## Work required
Where a line of the entries holds the string "limitTemplatesSource", copy that line.

Stored data entries
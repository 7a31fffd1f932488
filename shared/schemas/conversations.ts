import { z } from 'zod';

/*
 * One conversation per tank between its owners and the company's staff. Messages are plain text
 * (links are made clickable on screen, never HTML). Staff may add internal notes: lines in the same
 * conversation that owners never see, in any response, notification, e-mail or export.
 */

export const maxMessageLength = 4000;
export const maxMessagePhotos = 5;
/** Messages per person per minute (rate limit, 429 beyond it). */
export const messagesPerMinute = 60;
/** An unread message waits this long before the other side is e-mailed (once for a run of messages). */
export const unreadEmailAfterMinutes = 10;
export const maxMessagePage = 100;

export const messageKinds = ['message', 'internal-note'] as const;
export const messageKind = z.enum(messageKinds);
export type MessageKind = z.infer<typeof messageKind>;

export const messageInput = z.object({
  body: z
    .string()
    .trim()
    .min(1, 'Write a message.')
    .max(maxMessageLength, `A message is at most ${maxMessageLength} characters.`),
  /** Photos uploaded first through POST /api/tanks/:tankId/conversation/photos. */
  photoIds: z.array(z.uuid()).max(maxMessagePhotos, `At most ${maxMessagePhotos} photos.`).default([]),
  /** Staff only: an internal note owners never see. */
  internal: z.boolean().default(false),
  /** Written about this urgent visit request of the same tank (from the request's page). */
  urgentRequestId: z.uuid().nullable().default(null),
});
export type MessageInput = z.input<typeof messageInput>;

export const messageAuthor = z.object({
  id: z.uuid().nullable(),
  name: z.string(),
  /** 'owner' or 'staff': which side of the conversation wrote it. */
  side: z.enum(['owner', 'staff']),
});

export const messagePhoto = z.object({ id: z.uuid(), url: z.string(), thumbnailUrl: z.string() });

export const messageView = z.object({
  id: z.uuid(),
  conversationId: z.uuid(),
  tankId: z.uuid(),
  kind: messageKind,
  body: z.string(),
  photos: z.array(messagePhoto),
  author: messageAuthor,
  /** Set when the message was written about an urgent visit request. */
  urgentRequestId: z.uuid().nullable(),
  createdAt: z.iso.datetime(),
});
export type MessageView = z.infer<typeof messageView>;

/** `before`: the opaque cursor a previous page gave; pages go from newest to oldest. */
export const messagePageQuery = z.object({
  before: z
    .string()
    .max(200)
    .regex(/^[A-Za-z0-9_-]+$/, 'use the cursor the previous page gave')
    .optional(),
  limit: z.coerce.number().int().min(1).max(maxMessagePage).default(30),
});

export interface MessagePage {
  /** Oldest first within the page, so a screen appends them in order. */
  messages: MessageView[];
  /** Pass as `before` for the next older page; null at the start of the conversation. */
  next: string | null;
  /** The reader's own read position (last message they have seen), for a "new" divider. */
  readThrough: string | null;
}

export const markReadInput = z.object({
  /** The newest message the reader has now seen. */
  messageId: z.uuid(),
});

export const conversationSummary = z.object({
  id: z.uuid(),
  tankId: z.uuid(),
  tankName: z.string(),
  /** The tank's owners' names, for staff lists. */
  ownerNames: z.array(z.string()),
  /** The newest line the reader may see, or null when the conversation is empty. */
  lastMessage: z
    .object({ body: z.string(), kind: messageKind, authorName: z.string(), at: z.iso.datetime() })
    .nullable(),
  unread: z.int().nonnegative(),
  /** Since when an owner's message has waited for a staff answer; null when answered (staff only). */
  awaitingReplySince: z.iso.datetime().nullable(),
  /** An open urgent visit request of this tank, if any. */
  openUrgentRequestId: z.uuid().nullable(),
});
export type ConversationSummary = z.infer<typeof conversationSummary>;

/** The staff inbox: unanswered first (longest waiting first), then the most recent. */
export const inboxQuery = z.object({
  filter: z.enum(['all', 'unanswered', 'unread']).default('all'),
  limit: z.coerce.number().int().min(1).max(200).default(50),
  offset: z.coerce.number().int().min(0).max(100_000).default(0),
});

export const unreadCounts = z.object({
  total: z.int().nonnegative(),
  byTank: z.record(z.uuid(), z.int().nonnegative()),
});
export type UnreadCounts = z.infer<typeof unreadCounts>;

--

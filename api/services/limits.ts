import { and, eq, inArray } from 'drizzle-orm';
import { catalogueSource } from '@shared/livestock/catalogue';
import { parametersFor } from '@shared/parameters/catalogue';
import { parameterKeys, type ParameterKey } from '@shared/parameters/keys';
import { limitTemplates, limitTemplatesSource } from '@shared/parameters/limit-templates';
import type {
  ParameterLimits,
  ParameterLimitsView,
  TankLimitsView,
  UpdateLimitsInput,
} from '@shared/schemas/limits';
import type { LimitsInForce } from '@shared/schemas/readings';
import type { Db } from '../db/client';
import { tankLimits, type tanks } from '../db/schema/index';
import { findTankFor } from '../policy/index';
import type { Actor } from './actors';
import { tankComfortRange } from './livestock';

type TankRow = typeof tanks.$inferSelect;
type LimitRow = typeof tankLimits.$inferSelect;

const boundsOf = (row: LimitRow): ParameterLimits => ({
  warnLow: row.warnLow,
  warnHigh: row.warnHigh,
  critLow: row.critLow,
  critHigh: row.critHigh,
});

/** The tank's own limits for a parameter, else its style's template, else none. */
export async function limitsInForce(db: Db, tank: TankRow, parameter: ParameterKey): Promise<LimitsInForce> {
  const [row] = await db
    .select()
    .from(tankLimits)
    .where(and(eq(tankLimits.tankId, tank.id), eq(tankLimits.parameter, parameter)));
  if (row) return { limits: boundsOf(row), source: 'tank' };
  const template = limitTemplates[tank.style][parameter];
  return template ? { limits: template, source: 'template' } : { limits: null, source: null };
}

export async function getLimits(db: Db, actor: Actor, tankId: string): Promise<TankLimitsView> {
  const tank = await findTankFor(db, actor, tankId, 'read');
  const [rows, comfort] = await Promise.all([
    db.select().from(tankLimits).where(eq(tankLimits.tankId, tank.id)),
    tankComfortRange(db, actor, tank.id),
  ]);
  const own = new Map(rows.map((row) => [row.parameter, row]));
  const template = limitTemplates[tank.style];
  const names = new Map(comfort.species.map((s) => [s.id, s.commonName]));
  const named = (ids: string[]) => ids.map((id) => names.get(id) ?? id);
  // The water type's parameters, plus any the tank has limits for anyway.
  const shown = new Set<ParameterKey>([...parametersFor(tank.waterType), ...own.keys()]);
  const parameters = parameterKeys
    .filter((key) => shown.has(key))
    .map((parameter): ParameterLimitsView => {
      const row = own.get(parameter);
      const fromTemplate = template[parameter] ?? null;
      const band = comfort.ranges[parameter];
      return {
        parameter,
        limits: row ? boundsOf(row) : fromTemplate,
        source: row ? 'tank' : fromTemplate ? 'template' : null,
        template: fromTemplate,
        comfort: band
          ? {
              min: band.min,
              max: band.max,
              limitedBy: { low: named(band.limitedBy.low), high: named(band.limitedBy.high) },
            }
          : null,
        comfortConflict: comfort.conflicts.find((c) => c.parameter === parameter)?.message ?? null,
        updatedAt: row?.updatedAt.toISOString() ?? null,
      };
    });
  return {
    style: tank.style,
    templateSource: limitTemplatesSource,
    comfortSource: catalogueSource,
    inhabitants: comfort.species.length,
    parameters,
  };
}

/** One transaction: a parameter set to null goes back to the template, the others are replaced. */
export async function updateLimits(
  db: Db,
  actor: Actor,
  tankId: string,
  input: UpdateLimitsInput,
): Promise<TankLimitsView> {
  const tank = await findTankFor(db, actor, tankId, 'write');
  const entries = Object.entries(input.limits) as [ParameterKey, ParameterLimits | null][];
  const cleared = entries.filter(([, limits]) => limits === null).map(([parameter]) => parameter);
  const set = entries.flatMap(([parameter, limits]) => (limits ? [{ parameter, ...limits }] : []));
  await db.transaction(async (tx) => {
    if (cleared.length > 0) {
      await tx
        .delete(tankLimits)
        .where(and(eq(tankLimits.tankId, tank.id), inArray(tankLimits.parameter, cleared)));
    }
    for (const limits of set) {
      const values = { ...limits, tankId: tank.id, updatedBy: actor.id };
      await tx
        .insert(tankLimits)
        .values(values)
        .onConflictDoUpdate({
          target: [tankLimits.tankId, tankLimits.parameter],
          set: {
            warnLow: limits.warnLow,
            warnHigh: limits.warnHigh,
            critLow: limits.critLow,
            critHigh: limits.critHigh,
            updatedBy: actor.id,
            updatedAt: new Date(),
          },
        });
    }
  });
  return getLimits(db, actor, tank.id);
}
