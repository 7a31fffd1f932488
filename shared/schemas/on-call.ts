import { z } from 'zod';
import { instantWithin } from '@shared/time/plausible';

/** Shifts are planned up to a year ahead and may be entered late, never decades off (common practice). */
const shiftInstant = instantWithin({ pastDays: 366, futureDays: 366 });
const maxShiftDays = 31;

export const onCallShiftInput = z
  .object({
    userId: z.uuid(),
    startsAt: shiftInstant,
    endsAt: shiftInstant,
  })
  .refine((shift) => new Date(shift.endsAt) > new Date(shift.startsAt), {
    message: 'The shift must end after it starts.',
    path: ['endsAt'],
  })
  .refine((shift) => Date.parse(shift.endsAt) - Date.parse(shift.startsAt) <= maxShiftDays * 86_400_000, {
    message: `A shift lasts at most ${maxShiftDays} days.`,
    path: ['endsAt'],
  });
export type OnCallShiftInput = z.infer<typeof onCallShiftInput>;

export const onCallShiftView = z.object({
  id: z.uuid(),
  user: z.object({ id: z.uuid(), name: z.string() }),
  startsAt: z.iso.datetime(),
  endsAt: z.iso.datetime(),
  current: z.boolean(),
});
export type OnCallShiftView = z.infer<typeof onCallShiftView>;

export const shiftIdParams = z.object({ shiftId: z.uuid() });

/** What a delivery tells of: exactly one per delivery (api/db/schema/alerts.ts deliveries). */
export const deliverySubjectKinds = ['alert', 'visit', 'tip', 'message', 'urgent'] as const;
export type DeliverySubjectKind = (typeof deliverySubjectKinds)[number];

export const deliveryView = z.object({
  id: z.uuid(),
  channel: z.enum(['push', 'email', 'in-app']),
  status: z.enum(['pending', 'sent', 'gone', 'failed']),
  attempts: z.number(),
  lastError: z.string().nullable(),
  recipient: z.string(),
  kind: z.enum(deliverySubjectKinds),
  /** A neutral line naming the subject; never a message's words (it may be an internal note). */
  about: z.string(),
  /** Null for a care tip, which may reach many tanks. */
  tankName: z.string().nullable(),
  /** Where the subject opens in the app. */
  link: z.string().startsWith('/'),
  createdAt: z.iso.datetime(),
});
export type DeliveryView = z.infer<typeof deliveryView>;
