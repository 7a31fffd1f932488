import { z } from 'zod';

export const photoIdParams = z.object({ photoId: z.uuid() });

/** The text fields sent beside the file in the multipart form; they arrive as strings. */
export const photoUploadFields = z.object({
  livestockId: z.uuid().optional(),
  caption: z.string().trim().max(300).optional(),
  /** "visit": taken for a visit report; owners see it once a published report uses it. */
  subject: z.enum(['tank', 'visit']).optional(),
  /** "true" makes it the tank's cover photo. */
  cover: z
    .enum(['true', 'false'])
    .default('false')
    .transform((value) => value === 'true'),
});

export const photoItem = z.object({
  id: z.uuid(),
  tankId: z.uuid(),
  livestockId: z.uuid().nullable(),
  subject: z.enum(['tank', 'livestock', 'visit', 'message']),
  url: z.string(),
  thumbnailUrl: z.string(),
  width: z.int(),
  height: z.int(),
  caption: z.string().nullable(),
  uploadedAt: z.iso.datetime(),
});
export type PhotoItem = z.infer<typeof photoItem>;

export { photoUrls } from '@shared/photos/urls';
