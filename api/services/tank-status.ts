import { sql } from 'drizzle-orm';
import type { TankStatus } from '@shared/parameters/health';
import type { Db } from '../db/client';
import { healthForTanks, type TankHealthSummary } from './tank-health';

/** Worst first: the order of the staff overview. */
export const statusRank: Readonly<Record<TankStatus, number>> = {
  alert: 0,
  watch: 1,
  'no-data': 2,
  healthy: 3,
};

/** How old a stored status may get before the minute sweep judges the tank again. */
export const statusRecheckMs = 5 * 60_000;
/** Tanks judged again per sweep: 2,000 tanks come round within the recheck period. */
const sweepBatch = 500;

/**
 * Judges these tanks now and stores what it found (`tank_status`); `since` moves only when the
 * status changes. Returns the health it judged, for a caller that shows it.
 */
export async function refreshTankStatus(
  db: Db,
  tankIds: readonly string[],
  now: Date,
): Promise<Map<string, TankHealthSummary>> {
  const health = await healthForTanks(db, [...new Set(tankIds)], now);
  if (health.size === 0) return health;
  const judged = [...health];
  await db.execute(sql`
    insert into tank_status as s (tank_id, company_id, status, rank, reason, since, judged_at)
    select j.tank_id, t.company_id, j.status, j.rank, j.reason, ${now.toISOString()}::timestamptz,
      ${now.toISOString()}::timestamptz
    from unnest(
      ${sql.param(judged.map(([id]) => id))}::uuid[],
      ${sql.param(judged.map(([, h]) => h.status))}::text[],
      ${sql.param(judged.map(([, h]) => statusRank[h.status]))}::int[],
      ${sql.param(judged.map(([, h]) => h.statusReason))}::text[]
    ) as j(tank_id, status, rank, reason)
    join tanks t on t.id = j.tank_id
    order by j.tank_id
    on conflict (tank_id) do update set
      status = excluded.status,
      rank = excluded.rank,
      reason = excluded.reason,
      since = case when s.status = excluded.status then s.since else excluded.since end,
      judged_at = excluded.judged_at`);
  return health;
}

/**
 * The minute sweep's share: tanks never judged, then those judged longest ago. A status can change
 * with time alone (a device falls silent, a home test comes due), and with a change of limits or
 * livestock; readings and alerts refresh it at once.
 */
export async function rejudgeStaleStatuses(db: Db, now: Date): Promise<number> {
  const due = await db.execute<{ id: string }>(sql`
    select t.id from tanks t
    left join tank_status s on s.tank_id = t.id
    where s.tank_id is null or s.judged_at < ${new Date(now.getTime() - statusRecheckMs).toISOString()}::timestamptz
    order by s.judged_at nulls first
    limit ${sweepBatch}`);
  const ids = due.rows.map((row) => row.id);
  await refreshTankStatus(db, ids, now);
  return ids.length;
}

## Answer to the problem
import { limitTemplates, limitTemplatesSource } from '@shared/parameters/limit-templates';
    templateSource: limitTemplatesSource,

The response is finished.